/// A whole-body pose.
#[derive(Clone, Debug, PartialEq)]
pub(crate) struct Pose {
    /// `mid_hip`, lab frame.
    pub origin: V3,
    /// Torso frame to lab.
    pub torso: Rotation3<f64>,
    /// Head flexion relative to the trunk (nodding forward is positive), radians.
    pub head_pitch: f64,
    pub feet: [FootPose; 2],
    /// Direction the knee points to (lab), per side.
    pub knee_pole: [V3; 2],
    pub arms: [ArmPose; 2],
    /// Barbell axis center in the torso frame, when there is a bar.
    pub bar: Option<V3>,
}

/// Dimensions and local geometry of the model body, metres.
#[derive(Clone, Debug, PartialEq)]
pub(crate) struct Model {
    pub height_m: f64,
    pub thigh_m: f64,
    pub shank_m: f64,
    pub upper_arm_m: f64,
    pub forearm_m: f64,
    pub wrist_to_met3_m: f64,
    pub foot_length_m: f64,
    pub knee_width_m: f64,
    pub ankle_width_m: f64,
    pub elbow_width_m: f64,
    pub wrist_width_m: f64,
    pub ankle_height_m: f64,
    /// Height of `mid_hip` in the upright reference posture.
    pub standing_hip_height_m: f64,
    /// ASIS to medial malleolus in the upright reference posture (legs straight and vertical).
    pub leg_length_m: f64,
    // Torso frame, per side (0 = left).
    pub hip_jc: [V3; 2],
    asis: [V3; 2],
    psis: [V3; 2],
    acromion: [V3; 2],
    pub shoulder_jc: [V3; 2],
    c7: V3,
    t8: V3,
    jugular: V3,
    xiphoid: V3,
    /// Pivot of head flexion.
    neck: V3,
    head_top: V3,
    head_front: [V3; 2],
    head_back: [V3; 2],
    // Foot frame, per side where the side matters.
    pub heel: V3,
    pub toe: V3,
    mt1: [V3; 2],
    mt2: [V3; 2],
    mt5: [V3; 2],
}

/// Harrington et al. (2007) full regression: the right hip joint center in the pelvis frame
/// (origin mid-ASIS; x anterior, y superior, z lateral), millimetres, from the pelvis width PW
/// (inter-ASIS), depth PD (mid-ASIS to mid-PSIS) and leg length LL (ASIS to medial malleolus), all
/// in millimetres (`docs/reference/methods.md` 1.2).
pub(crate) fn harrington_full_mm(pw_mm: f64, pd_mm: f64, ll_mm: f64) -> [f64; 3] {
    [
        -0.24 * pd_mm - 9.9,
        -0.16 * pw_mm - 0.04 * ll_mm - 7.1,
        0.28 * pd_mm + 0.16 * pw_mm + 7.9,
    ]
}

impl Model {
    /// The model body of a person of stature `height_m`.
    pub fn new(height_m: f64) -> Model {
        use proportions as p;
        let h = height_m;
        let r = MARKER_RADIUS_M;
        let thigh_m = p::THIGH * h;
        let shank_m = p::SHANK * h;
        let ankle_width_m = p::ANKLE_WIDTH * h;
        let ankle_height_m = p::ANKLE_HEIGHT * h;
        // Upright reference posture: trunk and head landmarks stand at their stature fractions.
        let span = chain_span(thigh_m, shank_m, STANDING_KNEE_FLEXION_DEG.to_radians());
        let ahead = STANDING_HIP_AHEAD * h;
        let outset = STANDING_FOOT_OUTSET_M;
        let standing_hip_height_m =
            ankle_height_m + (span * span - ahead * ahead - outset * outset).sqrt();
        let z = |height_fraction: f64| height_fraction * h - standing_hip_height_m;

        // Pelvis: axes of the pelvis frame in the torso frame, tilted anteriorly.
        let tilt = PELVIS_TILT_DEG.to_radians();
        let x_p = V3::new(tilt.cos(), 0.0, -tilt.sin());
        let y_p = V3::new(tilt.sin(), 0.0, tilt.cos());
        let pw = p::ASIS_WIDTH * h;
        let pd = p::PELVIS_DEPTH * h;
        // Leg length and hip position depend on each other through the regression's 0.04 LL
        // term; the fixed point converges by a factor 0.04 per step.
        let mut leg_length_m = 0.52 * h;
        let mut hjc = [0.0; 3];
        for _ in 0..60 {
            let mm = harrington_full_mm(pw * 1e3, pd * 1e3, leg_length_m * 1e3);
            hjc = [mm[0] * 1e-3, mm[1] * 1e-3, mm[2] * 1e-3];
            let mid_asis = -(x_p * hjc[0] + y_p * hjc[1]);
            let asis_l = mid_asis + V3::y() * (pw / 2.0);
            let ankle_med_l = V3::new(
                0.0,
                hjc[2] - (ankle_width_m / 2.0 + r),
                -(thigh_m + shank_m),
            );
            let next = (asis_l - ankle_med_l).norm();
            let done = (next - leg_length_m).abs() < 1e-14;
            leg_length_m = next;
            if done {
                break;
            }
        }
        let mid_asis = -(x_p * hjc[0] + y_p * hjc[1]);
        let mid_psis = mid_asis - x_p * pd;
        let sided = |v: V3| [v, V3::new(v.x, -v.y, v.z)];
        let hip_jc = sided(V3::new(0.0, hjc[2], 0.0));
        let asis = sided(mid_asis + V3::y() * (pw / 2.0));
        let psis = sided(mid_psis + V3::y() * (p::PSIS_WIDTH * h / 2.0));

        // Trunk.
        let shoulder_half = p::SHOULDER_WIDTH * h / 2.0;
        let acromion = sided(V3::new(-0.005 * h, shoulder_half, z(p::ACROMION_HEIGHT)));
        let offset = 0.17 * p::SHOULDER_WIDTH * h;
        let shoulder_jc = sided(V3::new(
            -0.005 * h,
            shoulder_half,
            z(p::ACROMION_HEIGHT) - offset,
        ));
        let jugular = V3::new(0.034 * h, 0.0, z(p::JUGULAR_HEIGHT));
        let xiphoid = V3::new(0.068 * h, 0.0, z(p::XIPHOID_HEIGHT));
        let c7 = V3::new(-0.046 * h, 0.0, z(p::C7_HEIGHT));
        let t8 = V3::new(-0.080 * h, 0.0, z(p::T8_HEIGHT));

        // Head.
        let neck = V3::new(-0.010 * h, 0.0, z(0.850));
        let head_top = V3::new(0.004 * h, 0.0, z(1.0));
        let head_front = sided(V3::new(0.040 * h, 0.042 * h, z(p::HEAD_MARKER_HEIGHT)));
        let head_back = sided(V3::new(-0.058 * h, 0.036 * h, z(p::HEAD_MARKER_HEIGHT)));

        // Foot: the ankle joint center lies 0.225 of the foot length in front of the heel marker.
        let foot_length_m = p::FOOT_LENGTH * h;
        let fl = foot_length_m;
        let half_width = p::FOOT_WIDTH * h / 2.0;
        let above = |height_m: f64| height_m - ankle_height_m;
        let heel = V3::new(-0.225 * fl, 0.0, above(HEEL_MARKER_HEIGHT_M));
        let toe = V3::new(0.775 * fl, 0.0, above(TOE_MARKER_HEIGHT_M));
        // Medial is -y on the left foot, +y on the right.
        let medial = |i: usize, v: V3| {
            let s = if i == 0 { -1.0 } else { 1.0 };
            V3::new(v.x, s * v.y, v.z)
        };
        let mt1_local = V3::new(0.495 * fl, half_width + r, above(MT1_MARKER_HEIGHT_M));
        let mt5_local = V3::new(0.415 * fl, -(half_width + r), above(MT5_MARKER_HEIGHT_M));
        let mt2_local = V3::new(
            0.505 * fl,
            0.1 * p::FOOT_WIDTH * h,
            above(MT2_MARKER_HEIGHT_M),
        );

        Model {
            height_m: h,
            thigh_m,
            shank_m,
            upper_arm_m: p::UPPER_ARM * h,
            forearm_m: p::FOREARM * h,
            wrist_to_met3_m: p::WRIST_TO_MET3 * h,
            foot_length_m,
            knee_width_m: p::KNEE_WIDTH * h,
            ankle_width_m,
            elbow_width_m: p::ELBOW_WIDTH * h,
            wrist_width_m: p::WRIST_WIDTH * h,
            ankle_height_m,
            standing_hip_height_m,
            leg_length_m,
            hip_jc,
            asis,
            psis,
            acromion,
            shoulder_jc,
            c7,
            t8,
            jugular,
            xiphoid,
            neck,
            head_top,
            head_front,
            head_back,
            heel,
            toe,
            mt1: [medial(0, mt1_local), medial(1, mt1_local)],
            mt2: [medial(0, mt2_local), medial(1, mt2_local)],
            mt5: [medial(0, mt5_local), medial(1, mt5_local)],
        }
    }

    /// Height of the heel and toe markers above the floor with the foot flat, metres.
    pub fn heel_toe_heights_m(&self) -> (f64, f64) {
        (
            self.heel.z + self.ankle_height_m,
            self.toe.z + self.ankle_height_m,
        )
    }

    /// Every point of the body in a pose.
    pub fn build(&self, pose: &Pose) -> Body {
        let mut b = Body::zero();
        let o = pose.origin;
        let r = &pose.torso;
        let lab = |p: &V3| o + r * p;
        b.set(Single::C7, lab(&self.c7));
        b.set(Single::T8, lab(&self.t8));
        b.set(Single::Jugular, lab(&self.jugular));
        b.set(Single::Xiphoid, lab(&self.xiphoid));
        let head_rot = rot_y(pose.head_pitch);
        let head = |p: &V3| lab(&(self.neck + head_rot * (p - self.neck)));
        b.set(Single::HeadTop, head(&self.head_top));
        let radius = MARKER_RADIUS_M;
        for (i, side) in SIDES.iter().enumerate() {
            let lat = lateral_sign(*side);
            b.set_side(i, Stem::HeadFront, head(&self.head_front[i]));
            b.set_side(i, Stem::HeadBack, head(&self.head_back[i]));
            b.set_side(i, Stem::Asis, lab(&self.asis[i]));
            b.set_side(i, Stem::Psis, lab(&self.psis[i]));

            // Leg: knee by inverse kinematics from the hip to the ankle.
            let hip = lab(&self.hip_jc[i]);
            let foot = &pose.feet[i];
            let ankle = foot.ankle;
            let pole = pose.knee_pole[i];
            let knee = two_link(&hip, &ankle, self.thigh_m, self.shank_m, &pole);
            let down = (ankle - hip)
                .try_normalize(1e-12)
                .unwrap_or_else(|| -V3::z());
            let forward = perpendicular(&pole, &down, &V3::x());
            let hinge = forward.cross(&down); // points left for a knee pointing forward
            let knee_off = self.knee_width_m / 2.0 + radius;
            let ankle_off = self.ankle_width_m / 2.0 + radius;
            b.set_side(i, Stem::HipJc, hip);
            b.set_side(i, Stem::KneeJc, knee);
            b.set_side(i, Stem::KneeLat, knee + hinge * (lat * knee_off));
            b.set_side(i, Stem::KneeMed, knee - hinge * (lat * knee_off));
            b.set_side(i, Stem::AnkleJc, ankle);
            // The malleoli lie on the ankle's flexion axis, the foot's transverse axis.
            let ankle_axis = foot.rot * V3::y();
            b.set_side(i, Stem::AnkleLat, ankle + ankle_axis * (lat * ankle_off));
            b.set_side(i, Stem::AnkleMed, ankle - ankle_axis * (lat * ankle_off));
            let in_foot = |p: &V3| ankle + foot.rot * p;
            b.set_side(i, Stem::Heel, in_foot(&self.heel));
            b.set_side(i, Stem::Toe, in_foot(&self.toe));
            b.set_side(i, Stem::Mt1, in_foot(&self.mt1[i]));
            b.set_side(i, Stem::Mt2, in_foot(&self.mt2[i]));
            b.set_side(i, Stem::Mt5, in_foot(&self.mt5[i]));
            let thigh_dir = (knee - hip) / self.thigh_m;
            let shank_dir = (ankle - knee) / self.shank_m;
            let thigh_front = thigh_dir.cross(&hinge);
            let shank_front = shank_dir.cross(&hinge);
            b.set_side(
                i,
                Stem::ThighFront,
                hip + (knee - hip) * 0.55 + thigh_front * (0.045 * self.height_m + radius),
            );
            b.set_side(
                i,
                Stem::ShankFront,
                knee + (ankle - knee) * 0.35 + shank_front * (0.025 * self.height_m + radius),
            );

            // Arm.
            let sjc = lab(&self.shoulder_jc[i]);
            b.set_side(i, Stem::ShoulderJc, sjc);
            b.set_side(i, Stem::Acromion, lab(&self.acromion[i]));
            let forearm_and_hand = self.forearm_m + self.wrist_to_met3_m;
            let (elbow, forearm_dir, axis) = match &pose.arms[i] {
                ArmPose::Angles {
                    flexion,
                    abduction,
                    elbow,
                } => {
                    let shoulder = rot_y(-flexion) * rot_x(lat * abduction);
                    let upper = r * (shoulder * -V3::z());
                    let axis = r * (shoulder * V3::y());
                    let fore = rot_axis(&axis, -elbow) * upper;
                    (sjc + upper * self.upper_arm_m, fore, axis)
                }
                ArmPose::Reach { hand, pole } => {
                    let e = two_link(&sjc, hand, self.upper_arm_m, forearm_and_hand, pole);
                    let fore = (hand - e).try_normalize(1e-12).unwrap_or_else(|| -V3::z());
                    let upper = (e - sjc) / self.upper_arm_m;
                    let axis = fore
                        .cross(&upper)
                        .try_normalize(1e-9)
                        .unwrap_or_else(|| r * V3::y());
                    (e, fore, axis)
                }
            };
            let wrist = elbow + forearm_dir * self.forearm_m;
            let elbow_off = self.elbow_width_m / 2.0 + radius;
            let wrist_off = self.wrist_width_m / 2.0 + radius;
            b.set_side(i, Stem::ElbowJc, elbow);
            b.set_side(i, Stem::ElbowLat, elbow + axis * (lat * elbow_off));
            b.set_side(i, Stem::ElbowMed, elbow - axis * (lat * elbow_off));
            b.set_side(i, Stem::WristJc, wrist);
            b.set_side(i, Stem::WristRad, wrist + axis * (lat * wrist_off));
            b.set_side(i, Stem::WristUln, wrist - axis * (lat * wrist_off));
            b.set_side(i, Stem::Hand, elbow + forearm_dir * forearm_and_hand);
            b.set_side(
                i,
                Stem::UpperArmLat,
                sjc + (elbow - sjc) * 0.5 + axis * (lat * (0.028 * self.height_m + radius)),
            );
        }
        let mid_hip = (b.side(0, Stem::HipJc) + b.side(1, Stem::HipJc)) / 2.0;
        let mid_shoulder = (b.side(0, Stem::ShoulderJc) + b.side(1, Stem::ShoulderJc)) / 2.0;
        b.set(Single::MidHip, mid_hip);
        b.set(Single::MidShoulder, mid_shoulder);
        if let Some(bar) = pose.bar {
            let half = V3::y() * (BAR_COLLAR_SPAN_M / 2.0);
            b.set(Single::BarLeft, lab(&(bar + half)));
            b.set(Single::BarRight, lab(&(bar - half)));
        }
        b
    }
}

TASK PROMPT:
Lines with the word "ahead": copy each one from the data above.

THE COMPLETED TASK:
        let ahead = STANDING_HIP_AHEAD * h;
            ankle_height_m + (span * span - ahead * ahead - outset * outset).sqrt();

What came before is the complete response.